A indústria não pode estar ligada a uma área que tem como prioridades o aumento de receitas e a redução de despesas, apontou o presidente da CNI, Robson Andrade

Lorenna Rodrigues, O Estado de S.Paulo

22 Outubro 2018 | 17h45

BRASÍLIA - A Confederação Nacional da Indústria (CNI) criticou a proposta do candidato à presidência Jair Bolsonaro (PSL) de unificar o ministério da Indústria, Comércio Exterior e Serviços com os da Fazenda e do Planejamento. A promessa consta do programa de campanha do candidato.

Em nota, a confederação defendeu que o Mdic seja "forte e independente" e disse que a possível extinção do ministério preocupa o setor industrial. 

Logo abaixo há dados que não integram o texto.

/**
 * Asks the processor to refund part or all of a received payment (or of a duplicate charge).
 *
 * The payment row is locked while the amount is checked and the refund row (status "requested", our own
 * idempotency key) is written, so two refunds at once can never add up to more than was paid: an unsettled
 * refund counts against what is left until it is settled. The processor call happens after the commit.
 * A clear answer settles the refund at once; a refusal marks it failed ("nothing was refunded"); no answer
 * (a time-out, a dropped connection, a server error) leaves it pending, because the processor may have made
 * it: the webhook, the office's "check with the processor" or the background sweep then settles it, always
 * with the same idempotency key, so a retry can never refund twice.
 */
export async function requestRefund({
  paymentId,
  input,
  actorId,
}: {
  paymentId: string;
  input: RefundFormInput;
  actorId: string;
}): Promise<RefundOutcome> {
  const kind = input.kind ?? "return";
  const shop = await getShop();
  const { exponent, code } = shop.policy.currency;
  let amountMinor: number;
  try {
    amountMinor = toMinor(input.amount, exponent, "amount");
  } catch (e) {
    if (isEngineError(e)) throw new AppError("invalid_input", "Some fields need attention.", { amount: e.message });
    throw e;
  }
  if (amountMinor <= 0) throw new AppError("invalid_input", "Some fields need attention.", { amount: "A refund must be more than zero." });

  const refundId = randomUUID();
  const idempotencyKey = `refund-${refundId}`;
  const payment = await transaction(async (ctx) => {
    // A reduction is checked against the job's price: the job row is locked before the payment row, so two
    // reductions at once on the same job (even on different payments) cannot together take the price below zero.
    let priceLeftMinor: number | null = null;
    if (kind === "reduction") {
      const [owner] = await ctx.tx.select({ jobId: payments.jobId }).from(payments).where(eq(payments.id, paymentId)).limit(1);
      if (owner) {
        await ctx.tx.select({ id: jobs.id }).from(jobs).where(eq(jobs.id, owner.jobId)).for("update").limit(1);
        const { account } = await loadJobAccount(ctx.tx, owner.jobId);
        priceLeftMinor = account.totalMinor - account.waivedMinor - account.reducedMinor;
      }
    }
    const locked = await lockPaymentForRefund(ctx, { paymentId });
    if (!locked) throw new AppError("not_found", "That payment was not found.");
    const { payment: p, inFlightMinor } = locked;
    if (!REFUNDABLE.has(p.status) || !p.paymentIntentId)
      throw new AppError("conflict", "Only a payment that has been received can be refunded.");
    const left = p.amountMinor - p.refundedMinor - inFlightMinor;
    if (amountMinor > left) {
      const pending = inFlightMinor > 0 ? ` (${money(inFlightMinor, exponent, code)} of refunds are still waiting for the processor)` : "";
      throw new AppError(
        "conflict",
        left <= 0
          ? `Nothing is left to refund on this payment${pending}.`
          : `At most ${money(left, exponent, code)} can be refunded on this payment${pending}.`,
        { amount: `At most ${formatMinor(Math.max(left, 0), exponent)}.` },
      );
    }
    if (priceLeftMinor !== null && amountMinor > priceLeftMinor) {
      const allowed = Math.max(priceLeftMinor, 0);
      throw new AppError(
        "conflict",
        allowed === 0
          ? "The price of this job is already zero: it cannot be lowered further. Money paid beyond it goes back as a return."
          : `A price reduction can lower the price by at most ${money(allowed, exponent, code)}, what is left of it; money paid beyond the total goes back as a return.`,
        { amount: `Amount: a price reduction can be at most ${formatMinor(allowed, exponent)}, what is left of the price.` },
      );
    }
    await insertRefund(ctx, { id: refundId, paymentId, amountMinor, reason: input.reason, kind, idempotencyKey, createdBy: actorId });
    await audit(ctx, {
      actorId,
      action: "refund.request",
      entity: "payment",
      entityId: paymentId,
      before: { refundedMinor: p.refundedMinor, inFlightMinor },
      after: {
        refundId,
        amountMinor,
        reason: input.reason,
        kind,
        status: "requested",
        ...(p.status === "duplicate" ? { duplicate: true } : {}),
      },
    });
    await queueRefundNotice(ctx, { paymentId, refundId, amountMinor, kind });
    return p;
  });

  const status = await askProcessor({
    refundId,
    paymentId,
    paymentIntentId: payment.paymentIntentId!,
    jobId: payment.jobId,
    amountMinor,
    idempotencyKey,
    actorId,
  });
  if (status === "failed") {
    throw new AppError("conflict", "The payment processor refused this refund. Nothing was refunded; check the amount and try again.");
  }
  return { refundId, amountMinor, status };
}

/**
 * One create call with the refund's own idempotency key (the first, or a retry: the processor answers a repeat
 * with the refund it already made), and what its answer means for our row.
 */
async function askProcessor(args: {
  refundId: string;
  paymentId: string;
  paymentIntentId: string;
  jobId: string;
  amountMinor: number;
  idempotencyKey: string;
  actorId: string | null;
}): Promise<RefundOutcome["status"]> {
  let result: Stripe.Refund;
  try {
    result = await stripe().refunds.create(
      {
        payment_intent: args.paymentIntentId,
        amount: args.amountMinor,
        metadata: { refundId: args.refundId, paymentId: args.paymentId, jobId: args.jobId },
      },
      { idempotencyKey: args.idempotencyKey },
    );
  } catch (e) {
    const why = e instanceof Stripe.errors.StripeError ? `${e.type}${e.code ? ` ${e.code}` : ""}` : "no answer";
    // A refusal of the request itself is definite: nothing was refunded.
    if (e instanceof Stripe.errors.StripeInvalidRequestError || e instanceof Stripe.errors.StripeCardError) {
      return applyAnswer({ ...args, status: "failed", processorRefundId: null, why });
    }
    // Anything else (time-out, dropped connection, server error) leaves the outcome unknown.
    console.error("[bandedge] refund outcome unknown; left pending", { refundId: args.refundId, why });
    return applyAnswer({ ...args, status: "pending", processorRefundId: null, why });
  }
  return applyAnswer({ ...args, ...fromProcessor(result), processorRefundId: result.id, why: `processor status ${result.status}` });
}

"A indústria não pode estar ligada a uma área que tem como prioridades o aumento de receitas e a redução de despesas. Os ministérios da Fazenda e do Planejamento desempenham papéis específicos. Quem vai defender as políticas industriais?", questiona, na nota, o presidente da CNI, Robson Andrade.

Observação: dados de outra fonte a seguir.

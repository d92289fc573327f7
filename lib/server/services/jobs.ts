import "server-only";
import { and, eq } from "drizzle-orm";
import { jobs, jobStateHistory } from "@/db/schema";
import type { JobState } from "@/lib/engine/jobs/states";
import type { TxContext } from "@/db/transaction";
import { audit } from "@/lib/server/audit";
import { AppError } from "@/lib/server/errors";
import { canTransition, STATE_LABEL, type Actor } from "@/lib/engine/jobs/states";

export type TransitionInput = {
  jobId: string;
  to: JobState;
  actor: Actor;
  actorId: string | null;
  note?: string | null;
  // Extra columns changed with the state (returned-at, carrier…), in the same statement.
  patch?: Partial<typeof jobs.$inferInsert>;
};

// The only way a job changes state: checks the move, locks the row, writes history and audit in the caller's
// transaction. An illegal move is a 409 and leaves the job untouched.
export async function transitionJob(ctx: TxContext, input: TransitionInput) {
  const [current] = await ctx.tx.select().from(jobs).where(eq(jobs.id, input.jobId)).for("update").limit(1);
  if (!current) throw new AppError("not_found", "That job was not found.");
  if (!canTransition(current.state, input.to, input.actor)) {
    throw new AppError(
      "invalid_transition",
      `A job that is "${STATE_LABEL[current.state].staff}" cannot move to "${STATE_LABEL[input.to].staff}".`,
    );
  }
  const [updated] = await ctx.tx
    .update(jobs)
    .set({ ...input.patch, state: input.to, version: current.version + 1, updatedAt: new Date() })
    .where(and(eq(jobs.id, input.jobId), eq(jobs.state, current.state)))
    .returning();
  if (!updated) throw new AppError("conflict", "The job changed while you were working on it. Reload and try again.");
  await ctx.tx
    .insert(jobStateHistory)
    .values({ jobId: input.jobId, fromState: current.state, toState: input.to, actorId: input.actorId, note: input.note ?? null });
  await audit(ctx, {
    actorId: input.actorId,
    action: "job.transition",
    entity: "job",
    entityId: input.jobId,
    before: { state: current.state },
    after: { state: input.to, ...(input.note ? { note: input.note } : {}) },
  });
  return { before: current, after: updated };
}

// The first history row of a new job (no "from" state).
export async function recordJobCreated(ctx: TxContext, { jobId, actorId }: { jobId: string; actorId: string }) {
  await ctx.tx.insert(jobStateHistory).values({ jobId, fromState: null, toState: "requested", actorId });
  await audit(ctx, { actorId, action: "job.create", entity: "job", entityId: jobId, before: null, after: { state: "requested" } });
}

Recentemente, representantes da indústria automotiva se queixaram de que a campanha de Bolsonaro tem conversado mais com mercado do que com o setor produtivo.

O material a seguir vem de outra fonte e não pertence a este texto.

import "server-only";
import {
  countOpenEstimatesForOwner,
  getSettingsEditorForOwner,
  getShopSettingsRowForOwner,
  updateShopSettingsIfVersion,
} from "@/db/queries/office";
import { transaction } from "@/db/transaction";
import { audit } from "@/lib/server/audit";
import { isEngineError } from "@/lib/engine/engine-error";
import { formatDateTime } from "@/lib/engine/dates";
import { currencyChangeRefusal } from "@/lib/engine/pricing/currency-change";
import { AppError } from "@/lib/server/errors";
import { getShop } from "@/lib/server/services/shop";
import { countCatalogueParts } from "@/lib/server/services/parts";
import { settingsFromForm, settingsToForm, type SettingsFormValues } from "@/lib/validation/office";

export type SettingsSnapshot = {
  values: SettingsFormValues;
  version: number;
  updatedAt: string | null;
  updatedByName: string | null;
};

export async function loadSettingsForOffice(): Promise<SettingsSnapshot> {
  const [shop, row] = await Promise.all([getShop(), getShopSettingsRowForOwner()]);
  return {
    values: settingsToForm(shop),
    version: shop.version,
    updatedAt: row?.updatedAt.toISOString() ?? null,
    updatedByName: await getSettingsEditorForOwner({ userId: row?.updatedBy ?? null }),
  };
}

type Flat = Record<string, unknown>;

// Leaf-level differences, keyed by dotted path, so the audit log shows exactly what moved.
function flatten(value: unknown, prefix: string, out: Flat): Flat {
  if (value && typeof value === "object" && !Array.isArray(value)) {
    for (const [k, v] of Object.entries(value as Record<string, unknown>)) flatten(v, prefix ? `${prefix}.${k}` : k, out);
  } else {
    out[prefix] = value;
  }
  return out;
}

export function diffForAudit(before: Record<string, unknown>, after: Record<string, unknown>): { before: Flat; after: Flat } {
  const a = flatten(before, "", {});
  const b = flatten(after, "", {});
  const changedBefore: Flat = {};
  const changedAfter: Flat = {};
  for (const key of new Set([...Object.keys(a), ...Object.keys(b)])) {
    if (JSON.stringify(a[key]) !== JSON.stringify(b[key])) {
      changedBefore[key] = a[key] ?? null;
      changedAfter[key] = b[key] ?? null;
    }
  }
  return { before: changedBefore, after: changedAfter };
}

/**
 * Saves the office settings if nobody saved since the editor loaded them (version check in the UPDATE);
 * otherwise a 409 that names who saved and when, and nothing is written. One audit row per save.
 */
export async function saveSettings({ values, actorId }: { values: SettingsFormValues; actorId: string }): Promise<SettingsSnapshot> {
  let converted: ReturnType<typeof settingsFromForm>;
  try {
    converted = settingsFromForm(values);
  } catch (e) {
    if (isEngineError(e)) throw new AppError("invalid_input", "Some fields need attention.", { [e.field ?? "_"]: e.message });
    throw e;
  }

  await transaction(async (ctx) => {
    const current = await getShopSettingsRowForOwner({ tx: ctx.tx, lock: true });
    if (!current) throw new AppError("not_found", "The shop settings row is missing; run the seed first.");
    const stored = await getShop(ctx.tx);
    const refusal = currencyChangeRefusal(stored.policy.currency, converted.policy.currency, {
      catalogueParts: await countCatalogueParts(ctx.tx),
      openEstimates: await countOpenEstimatesForOwner({ tx: ctx.tx }),
    });
    if (refusal) throw new AppError("conflict", refusal, { "currency.code": refusal });
    if (current.version !== values.version) {
      const who = (await getSettingsEditorForOwner({ userId: current.updatedBy })) ?? "someone";
      const when = formatDateTime(current.updatedAt, { timeZone: stored.timeZone, style: "compact", showZone: true });
      throw new AppError(
        "stale",
        `These settings were saved by ${who} at ${when} after you opened them. Nothing was saved; your changes are still in the form. Compare, then save again.`,
      );
    }
    const updated = await updateShopSettingsIfVersion(ctx, {
      expectedVersion: values.version,
      values: {
        ...converted.identity,
        policy: converted.policy as unknown as Record<string, unknown>,
        warrantyTerms: converted.warrantyTerms as unknown as Record<string, unknown>,
      },
      actorId,
    });
    if (!updated)
      throw new AppError(
        "stale",
        "These settings were saved by someone else a moment ago. Nothing was saved; your changes are still in the form.",
      );
    // Compared as the office saw them (stored values over the defaults), so the row lists only real changes.
    const effective = settingsFromForm(settingsToForm(stored));
    const beforeDoc = { ...effective.identity, policy: effective.policy, warrantyTerms: effective.warrantyTerms };
    const afterDoc = { ...converted.identity, policy: converted.policy, warrantyTerms: converted.warrantyTerms };
    const diff = diffForAudit(beforeDoc, afterDoc);
    await audit(ctx, {
      actorId,
      action: "settings.update",
      entity: "shop_settings",
      entityId: "shop",
      before: { version: current.version, ...diff.before },
      after: { version: updated.version, ...diff.after },
    });
  });
  return loadSettingsForOffice();
}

A CNI também criticou uma possível redução unilateral de tarifas de importação. A redução de tarifas também é uma proposta de Bolsonaro. Em nota, a entidade defendeu que a abertura comercial é importante para uma integração do Brasil ao mercado internacional, mas que isso deve ser realizado por meio de acordos comerciais.

A avaliação é que uma redução unilateral de tarifas de importação não garante que o Brasil passe a acessar outros mercados e aumenta a concorrência dentro do mercado brasileiro em um momento de baixo crescimento e alto desemprego.

"Sem criar condições internas para a competitividade das empresas brasileiras lá fora, ou para concorrer com produtos importados que venham de economias com melhor ambiente de negócios, a redução unilateral de tarifas pode destruir o que existe aqui dentro", afirma Andrade.

Na nota, o presidente defendeu que, com a negociação de acordos comerciais, o Brasil consegue também assegurar a abertura de seus mercados de exportação, uma vez que os acordos garantem a reciprocidade.

Ele lembra ainda que os acordos têm que ser aprovados pelo Congresso Nacional, o que legitima e confere segurança jurídica. Entre os acordos comerciais em negociação, a CNI defende a conclusão dos acordos com a União Europeia, México, Associação Europeia de Livre Comércio (EFTA) e Canadá, além do início do diálogo com países como Estados Unidos e Japão.